Gianluigi Sueva

Personal information
- Date of birth: 1 January 2001 (age 25)
- Place of birth: Cetraro, Italy
- Height: 1.74 m (5 ft 9 in)
- Position: Winger

Team information
- Current team: ASD Sambiase 2023
- Number: 7

Youth career
- 0000–2020: Cosenza

Senior career*
- Years: Team / Apps / (Gls)
- 2017–2023: Cosenza / 20 / (0)
- 2022: → Potenza (loan) / 2 / (0)
- 2022–2023: → Olbia (loan) / 19 / (0)
- 2023–2024: Lucchese / 7 / (0)
- 2024: Chieti / 12 / (0)
- 2024–2025: Acireale / 32 / (7)
- 2025–: ASD Sambiase 2023 / 28 / (7)

International career
- 2021–2022: Dominican Republic / 4 / (0)

= Gianluigi Sueva =

Dominican Republic footballer (b. 2001)

Gianluigi Sueva (born 1 January 2001) is a professional footballer who plays as a winger for Serie D club ASD Sambiase 2023. Born in Italy, he represented for the Dominican Republic national team.

==Club career==
He was raised in Cosenza youth teams and began receiving call-ups to the senior squad in 2017.

He made his Serie B debut for Cosenza on 3 October 2020 in a game against SPAL. He substituted Angelo Corsi in the 71st minute.

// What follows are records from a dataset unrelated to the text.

import request from "supertest";
import { afterAll, beforeAll, describe, expect, it } from "vitest";
import { signIn, type SignedInAgent } from "../../test-support/sign-in.js";
import { createTestContext, demoUser, type TestContext } from "../../test-support/test-context.js";
import { testModelVersionBody } from "../runs/runs.fixtures.js";
import { createModelVersion, submitModelVersion } from "./model-versions.service.js";
import { requestUserOf } from "../../test-support/request-user.js";

let t: TestContext;
let analyst: SignedInAgent;
let actuary: SignedInAgent;
let manager: SignedInAgent;
let manager2: SignedInAgent;
beforeAll(async () => {
  t = await createTestContext();
  [analyst, actuary, manager, manager2] = await Promise.all([signIn(t.app, "analyst"), signIn(t.app, "actuary"), signIn(t.app, "manager"), signIn(t.app, "manager2")]);
});
afterAll(async () => t.close());

const asUser = (key: "analyst" | "manager" | "manager2") => requestUserOf(t, key);
const outboxTo = async (email: string) => {
  await t.ctx.mailer.idle();
  const rows = await t.ctx.models.OutboxMessage.findAll();
  return rows.filter((m) => JSON.stringify(m.get({ plain: true })).includes(email));
};

describe("model version lifecycle", () => {
  let id: string;

  it("creates a draft (201) with version 1, readable by every role", async () => {
    const res = await analyst.post("/api/model-versions").send(testModelVersionBody());
    expect(res.status).toBe(201);
    expect(res.body).toMatchObject({ status: "draft", versionNumber: 1, parentId: null, changeClass: null });
    id = res.body.id;
    const read = await actuary.get(`/api/model-versions/${id}`);
    expect(read.status).toBe(200);
    expect(read.body.model.climate.ecs).toMatchObject({ type: "range", p50: 3 });
    expect((await actuary.get("/api/model-versions?status=draft")).body.items.map((v: { id: string }) => v.id)).toContain(id);
  });

  it("answers 401, 403 (no model-versions:write), 400 (every bad field) and 404", async () => {
    expect((await request(t.app).get("/api/model-versions")).status).toBe(401);
    const denied = await manager.post("/api/model-versions").send(testModelVersionBody());
    expect(denied.status).toBe(403);
    expect(denied.body.error.message).toContain("model-versions:write");
    const body = testModelVersionBody();
    const bad = await analyst.post("/api/model-versions").send({
      ...body,
      name: "",
      model: { ...body.model, climate: { ...body.model.climate, ecs: { type: "normal", mean: 3, sd: -1 } } },
    });
    expect(bad.status).toBe(400);
    expect(bad.body.error.details.map((d: { path: string }) => d.path)).toEqual(expect.arrayContaining(["name", "model.climate.ecs.sd"]));
    expect((await analyst.get("/api/model-versions?status=nonsense")).status).toBe(400);
    expect((await analyst.get("/api/model-versions/nope")).status).toBe(404);
  });

  it("lets only the author edit a draft", async () => {
    const edited = await analyst.patch(`/api/model-versions/${id}`).send({ notes: "ECS from AR6" });
    expect(edited.status).toBe(200);
    expect(edited.body.notes).toBe("ECS from AR6");
    // A draft written by someone else (seeded directly) is not the analyst's to edit.
    const other = await createModelVersion(t.ctx, await asUser("manager"), testModelVersionBody({ name: "Manager's own" }));
    const res = await analyst.patch(`/api/model-versions/${other.id}`).send({ notes: "x" });
    expect(res.status).toBe(403);
    expect(res.body.error.code).toBe("not_author");
  });

  it("submits with a change class, mails every manager and audits it", async () => {
    expect((await analyst.post(`/api/model-versions/${id}/submit`).send({ changeClass: "huge" })).status).toBe(400);
    const res = await analyst.post(`/api/model-versions/${id}/submit`).send({ changeClass: "major", note: "first cut" });
    expect(res.status).toBe(200);
    expect(res.body).toMatchObject({ status: "in-review", changeClass: "major" });
    expect(await outboxTo(demoUser("manager").email)).not.toHaveLength(0);
    expect(await outboxTo(demoUser("manager2").email)).not.toHaveLength(0);
    expect(await t.ctx.models.AuditEvent.count({ where: { action: "model-version.submitted", entityId: id } })).toBe(1);
    expect((await analyst.patch(`/api/model-versions/${id}`).send({ notes: "late" })).status).toBe(409);
  });

  it("refuses a manager deciding their own version (403 self_approval_forbidden)", async () => {
    const own = await createModelVersion(t.ctx, await asUser("manager"), testModelVersionBody({ name: "Self" }));
    await submitModelVersion(t.ctx, await asUser("manager"), own.id, "minor");
    const res = await manager.post(`/api/model-versions/${own.id}/approve`).send({ comment: "looks fine to me" });
    expect(res.status).toBe(403);
    expect(res.body.error.code).toBe("self_approval_forbidden");
    expect((await t.ctx.models.ModelVersion.findByPk(own.id))?.status).toBe("in-review");
  });

  it("approves by another manager with a comment, mails the author; approved is immutable", async () => {
    expect((await actuary.post(`/api/model-versions/${id}/approve`).send({ comment: "ok" })).status).toBe(403);
    expect((await manager.post(`/api/model-versions/${id}/approve`).send({})).status).toBe(400);
    const res = await manager.post(`/api/model-versions/${id}/approve`).send({ comment: "Ranges match AR6." });
    expect(res.status).toBe(200);
    expect(res.body).toMatchObject({ status: "approved", decidedBy: t.userIds.manager, decisionComment: "Ranges match AR6." });
    expect(await outboxTo(demoUser("analyst").email)).not.toHaveLength(0);
    const edit = await analyst.patch(`/api/model-versions/${id}`).send({ notes: "sneaky" });
    expect(edit.status).toBe(409);
    expect(edit.body.error.code).toBe("model_version_immutable");
    expect((await manager2.post(`/api/model-versions/${id}/reject`).send({ comment: "too late" })).status).toBe(409);
    // The database refuses too, whatever the code path.
    const raw = await t.ctx.sequelize.query(`UPDATE model_versions SET notes = 'raw' WHERE id = '${id}'`).catch((e: unknown) => e as { parent?: Error });
    expect((raw as { parent?: Error }).parent?.message).toMatch(/immutable/);
  });

  it("diffs a child against its parent (path, before, after)", async () => {
    const body = testModelVersionBody();
    const child = await analyst.post("/api/model-versions").send({
      ...body,
      parentId: id,
      model: { ...body.model, climate: { ...body.model.climate, ecs: { ...body.model.climate.ecs, high: 5.5 } } },
      notes: "ECS from AR6",
    });
    expect(child.status).toBe(201);
    expect(child.body.versionNumber).toBe(2);
    const diff = await actuary.get(`/api/model-versions/${child.body.id}/diff`);
    expect(diff.status).toBe(200);
    expect(diff.body.against).toMatchObject({ id, versionNumber: 1 });
    expect(diff.body.changes).toEqual([{ path: "model.climate.ecs.high", before: 5, after: 5.5 }]);
    const back = await actuary.get(`/api/model-versions/${id}/diff?against=${child.body.id}`);
    expect(back.body.changes).toEqual([{ path: "model.climate.ecs.high", before: 5.5, after: 5 }]);
    expect((await actuary.get(`/api/model-versions/${id}/diff?against=missing`)).status).toBe(404);
  });

  it("rejects (author mailed) and retires an approved version; retired is final", async () => {
    const draft = await analyst.post("/api/model-versions").send(testModelVersionBody({ name: "To reject" }));
    await analyst.post(`/api/model-versions/${draft.body.id}/submit`).send({ changeClass: "minor" });
    const rejected = await manager2.post(`/api/model-versions/${draft.body.id}/reject`).send({ comment: "Cite the ocean parameters." });
    expect(rejected.body).toMatchObject({ status: "rejected", decisionComment: "Cite the ocean parameters." });

    const retired = await manager2.post(`/api/model-versions/${id}/retire`).send({ comment: "superseded" });
    expect(retired.status).toBe(200);
    expect(retired.body.status).toBe("retired");
    expect((await manager2.post(`/api/model-versions/${id}/retire`).send({})).status).toBe(409);
    const actions = (await t.ctx.models.AuditEvent.findAll({ where: { entityId: id } })).map((a) => a.action);
    expect(actions).toEqual(expect.arrayContaining(["model-version.created", "model-version.updated", "model-version.submitted", "model-version.approved", "model-version.retired"]));
  });
});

On 27 January 2022, he was loaned to Potenza. On 1 August 2022, Sueva moved on loan to Olbia.

On 23 August 2023, Sueva moved to Lucchese on a permanent basis.

==International career==
On 23 February 2021, Sueva was named to the Dominican Republic national under-23 football team preliminary squad for the 2020 CONCACAF Men's Olympic Qualifying Championship. However, he did not make the final squad as he was instead called up by the Dominican Republic at senior level for two 2022 FIFA World Cup qualification – CONCACAF first round matches against Dominica and Anguilla on 24 and 27 March 2021, respectively.

==Personal life==
Sueva was born in Italy to an Italian father and Dominican mother.